- TASK BRIEF
Return every line of the entries that includes the word "rows".

Collected data:
● ● ● ● ● ● ●
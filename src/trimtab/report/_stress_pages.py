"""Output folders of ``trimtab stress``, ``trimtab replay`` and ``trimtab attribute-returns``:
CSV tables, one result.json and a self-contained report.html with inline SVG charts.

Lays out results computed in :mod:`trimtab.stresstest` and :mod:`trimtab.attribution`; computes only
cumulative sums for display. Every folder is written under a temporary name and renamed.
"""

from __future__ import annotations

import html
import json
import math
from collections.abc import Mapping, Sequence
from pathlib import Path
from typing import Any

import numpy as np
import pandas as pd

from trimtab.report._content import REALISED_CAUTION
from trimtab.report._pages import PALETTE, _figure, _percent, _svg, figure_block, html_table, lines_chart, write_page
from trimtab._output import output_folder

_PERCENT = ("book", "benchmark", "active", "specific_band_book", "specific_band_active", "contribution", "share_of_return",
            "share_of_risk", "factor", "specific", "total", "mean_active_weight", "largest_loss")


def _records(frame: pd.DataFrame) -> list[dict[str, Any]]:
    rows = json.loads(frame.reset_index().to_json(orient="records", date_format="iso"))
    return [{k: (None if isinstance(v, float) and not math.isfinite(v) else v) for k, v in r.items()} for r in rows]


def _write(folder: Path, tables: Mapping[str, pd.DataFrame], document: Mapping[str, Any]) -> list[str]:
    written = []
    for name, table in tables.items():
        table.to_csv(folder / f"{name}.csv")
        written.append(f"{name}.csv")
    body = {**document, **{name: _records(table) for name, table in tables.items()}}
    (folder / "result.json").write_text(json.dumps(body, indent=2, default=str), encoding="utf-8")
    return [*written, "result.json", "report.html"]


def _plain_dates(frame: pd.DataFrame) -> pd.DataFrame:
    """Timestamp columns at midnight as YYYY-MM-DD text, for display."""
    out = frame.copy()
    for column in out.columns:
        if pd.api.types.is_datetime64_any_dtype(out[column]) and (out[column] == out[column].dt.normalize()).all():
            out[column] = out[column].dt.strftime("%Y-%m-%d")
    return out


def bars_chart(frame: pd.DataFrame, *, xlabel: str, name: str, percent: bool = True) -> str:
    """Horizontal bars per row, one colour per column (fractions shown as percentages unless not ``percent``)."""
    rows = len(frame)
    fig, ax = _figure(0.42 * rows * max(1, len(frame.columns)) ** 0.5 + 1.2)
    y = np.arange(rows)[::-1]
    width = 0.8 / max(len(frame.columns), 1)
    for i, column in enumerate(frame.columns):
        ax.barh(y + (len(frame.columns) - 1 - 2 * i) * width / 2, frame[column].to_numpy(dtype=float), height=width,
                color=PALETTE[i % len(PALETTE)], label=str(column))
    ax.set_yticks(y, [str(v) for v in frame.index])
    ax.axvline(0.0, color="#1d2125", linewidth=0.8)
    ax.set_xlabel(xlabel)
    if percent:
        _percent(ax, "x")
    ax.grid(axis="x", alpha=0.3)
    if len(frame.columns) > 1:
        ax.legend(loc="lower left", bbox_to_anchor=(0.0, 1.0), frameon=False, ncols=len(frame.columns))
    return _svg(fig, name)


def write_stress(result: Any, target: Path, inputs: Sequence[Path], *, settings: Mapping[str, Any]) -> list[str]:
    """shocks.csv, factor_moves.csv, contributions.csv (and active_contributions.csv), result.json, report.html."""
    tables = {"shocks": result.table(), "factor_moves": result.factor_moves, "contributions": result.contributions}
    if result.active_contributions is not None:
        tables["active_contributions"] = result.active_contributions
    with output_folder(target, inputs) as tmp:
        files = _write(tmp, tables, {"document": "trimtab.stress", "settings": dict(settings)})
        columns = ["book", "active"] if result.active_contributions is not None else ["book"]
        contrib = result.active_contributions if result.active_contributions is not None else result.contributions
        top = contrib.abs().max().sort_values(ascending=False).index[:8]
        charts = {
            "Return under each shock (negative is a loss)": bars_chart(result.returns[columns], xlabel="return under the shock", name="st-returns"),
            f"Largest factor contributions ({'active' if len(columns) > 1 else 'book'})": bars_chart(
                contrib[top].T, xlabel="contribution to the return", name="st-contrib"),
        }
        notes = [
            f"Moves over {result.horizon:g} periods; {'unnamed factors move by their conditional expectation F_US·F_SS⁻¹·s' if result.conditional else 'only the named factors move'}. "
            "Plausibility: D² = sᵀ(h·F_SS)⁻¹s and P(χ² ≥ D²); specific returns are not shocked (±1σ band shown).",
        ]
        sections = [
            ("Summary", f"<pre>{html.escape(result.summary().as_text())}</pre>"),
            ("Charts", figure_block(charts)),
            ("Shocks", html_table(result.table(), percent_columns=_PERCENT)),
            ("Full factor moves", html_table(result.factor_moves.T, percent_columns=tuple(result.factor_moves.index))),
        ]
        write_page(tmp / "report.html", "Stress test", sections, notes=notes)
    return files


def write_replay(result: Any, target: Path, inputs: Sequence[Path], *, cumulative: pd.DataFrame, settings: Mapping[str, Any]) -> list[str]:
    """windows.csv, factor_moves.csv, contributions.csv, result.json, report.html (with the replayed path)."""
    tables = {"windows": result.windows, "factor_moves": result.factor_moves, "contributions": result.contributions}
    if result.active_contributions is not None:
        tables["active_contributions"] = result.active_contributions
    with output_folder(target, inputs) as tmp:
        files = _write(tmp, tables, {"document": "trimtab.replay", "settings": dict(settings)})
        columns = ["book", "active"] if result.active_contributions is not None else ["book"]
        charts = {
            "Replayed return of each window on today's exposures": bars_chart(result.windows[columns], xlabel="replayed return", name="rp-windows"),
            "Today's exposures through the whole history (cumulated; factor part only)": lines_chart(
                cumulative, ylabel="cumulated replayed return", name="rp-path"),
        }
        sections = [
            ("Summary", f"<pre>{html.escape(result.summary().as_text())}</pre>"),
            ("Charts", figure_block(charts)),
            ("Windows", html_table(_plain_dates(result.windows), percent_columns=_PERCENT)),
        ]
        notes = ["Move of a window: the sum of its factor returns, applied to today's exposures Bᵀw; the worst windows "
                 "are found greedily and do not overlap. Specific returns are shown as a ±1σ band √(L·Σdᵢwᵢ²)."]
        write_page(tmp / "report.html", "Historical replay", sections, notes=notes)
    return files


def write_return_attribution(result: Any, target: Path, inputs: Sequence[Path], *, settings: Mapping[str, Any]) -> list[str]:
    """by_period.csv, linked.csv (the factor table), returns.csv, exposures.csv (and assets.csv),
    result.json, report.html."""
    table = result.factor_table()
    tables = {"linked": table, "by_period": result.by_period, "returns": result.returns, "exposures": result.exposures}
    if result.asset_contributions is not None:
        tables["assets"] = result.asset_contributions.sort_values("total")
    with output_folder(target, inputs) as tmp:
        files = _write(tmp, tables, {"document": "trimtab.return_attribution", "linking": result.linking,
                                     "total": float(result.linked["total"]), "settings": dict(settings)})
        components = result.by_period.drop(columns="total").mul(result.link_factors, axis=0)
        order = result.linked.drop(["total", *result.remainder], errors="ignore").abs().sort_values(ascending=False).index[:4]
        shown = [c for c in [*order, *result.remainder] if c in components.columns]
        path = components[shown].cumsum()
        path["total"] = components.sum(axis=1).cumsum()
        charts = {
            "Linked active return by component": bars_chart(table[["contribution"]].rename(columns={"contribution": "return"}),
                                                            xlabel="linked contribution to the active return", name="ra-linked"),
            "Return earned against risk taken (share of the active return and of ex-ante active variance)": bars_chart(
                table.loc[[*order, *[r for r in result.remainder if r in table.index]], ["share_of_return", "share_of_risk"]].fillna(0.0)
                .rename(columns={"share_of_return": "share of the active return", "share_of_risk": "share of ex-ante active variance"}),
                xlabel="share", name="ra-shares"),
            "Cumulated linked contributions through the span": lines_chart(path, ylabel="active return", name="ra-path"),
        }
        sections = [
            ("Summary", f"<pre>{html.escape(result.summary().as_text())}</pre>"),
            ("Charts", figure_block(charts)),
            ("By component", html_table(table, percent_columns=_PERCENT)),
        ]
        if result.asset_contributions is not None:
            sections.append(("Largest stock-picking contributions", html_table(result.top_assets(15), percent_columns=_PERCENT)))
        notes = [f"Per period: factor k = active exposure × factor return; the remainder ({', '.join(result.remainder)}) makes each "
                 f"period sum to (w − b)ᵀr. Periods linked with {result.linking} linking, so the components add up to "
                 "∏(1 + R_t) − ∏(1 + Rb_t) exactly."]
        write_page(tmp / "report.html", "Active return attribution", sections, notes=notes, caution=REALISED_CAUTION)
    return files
● ● ● ● ● ● ●
- REPLY TO THE TASK
    rows = json.loads(frame.reset_index().to_json(orient="records", date_format="iso"))
    return [{k: (None if isinstance(v, float) and not math.isfinite(v) else v) for k, v in r.items()} for r in rows]
    rows = len(frame)
    fig, ax = _figure(0.42 * rows * max(1, len(frame.columns)) ** 0.5 + 1.2)
    y = np.arange(rows)[::-1]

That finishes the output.